Highest and best use: The optimal allocation of a person's unique capabilities to create maximum value that only they can create. It's simple resource allocation. You have five people, multiple responsibilities. You assign based on superpowers. If other people can build education software decently, but only one person can build the breakthrough manufacturing technology, that person builds the manufacturing technology. Period.
When someone capable of $8 million impact is grinding on $8,000 projects, three things happen: the $8 million solution doesn't get built, someone else could handle the smaller project, and the genius starts thinking small. Human flourishing depends on people operating at their highest level. When geniuses play small, civilization stagnates.

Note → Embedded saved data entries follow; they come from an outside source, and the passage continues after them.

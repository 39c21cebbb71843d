import { type IpcMainInvokeEvent, ipcMain } from 'electron';
import { REQUESTS } from '../contract/contract.ts';
import { isOurs } from './scheme.ts';

/** The one channel by which the page asks, and the one by which it is told. */
export const REQUEST_CHANNEL = 'channelwright:request';
export const EVENT_CHANNEL = 'channelwright:event';

/** Bytes of one request. */
const MOST = 80 * 1024 * 1024;

/** Answers one request of the window with this number of contents. */
export type Answer = (contents: number, name: string, body: Uint8Array) => Promise<Uint8Array>;

/**
 * Takes requests of the page and of nothing else: from the main frame of a window of ours, showing our
 * page, for a request that the contract lists, with bytes of bearable length.
 */
export function takeRequests(answer: Answer): void {
  ipcMain.handle(REQUEST_CHANNEL, async (event, name: unknown, body: unknown): Promise<Uint8Array> => {
    if (!isOurPage(event)) throw new Error('refused');
    if (typeof name !== 'string' || !Object.hasOwn(REQUESTS, name)) throw new Error('refused');
    if (!(body instanceof Uint8Array) || body.length > MOST) throw new Error('refused');
    return await answer(event.sender.id, name, body);
  });
}

function isOurPage(event: IpcMainInvokeEvent): boolean {
  const frame = event.senderFrame;
  return frame !== null && frame === event.sender.mainFrame && isOurs(frame.url);
}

You cannot reach your highest and best use without brutal honesty about what you're uniquely capable of, what you're currently settling for, what work truly requires your specific genius, and what smaller work someone else could do adequately. If you're penny-pinching on air conditioning while building revolutionary technology, you're operating from scarcity instead of abundance.
Before accepting any opportunity, ask: Can someone else do this 80% as well as I can? What would I do if money weren't a constraint? What problems am I uniquely positioned to solve? What's the highest leverage application of my specific talents?
Your highest and best use isn't a luxury consideration for when you're successful enough. It's the primary obligation of anyone with exceptional capabilities. The world doesn't need another competent person doing mediocre work. The world needs you doing the work that only you can do.
Stop selling yourself short. Stop taking folding chair contracts when you should be building satellites. Find your highest and best use. Then defend it fiercely against every distraction, every small opportunity, every comfortable compromise that keeps you from the work that matters most.
The future depends on it.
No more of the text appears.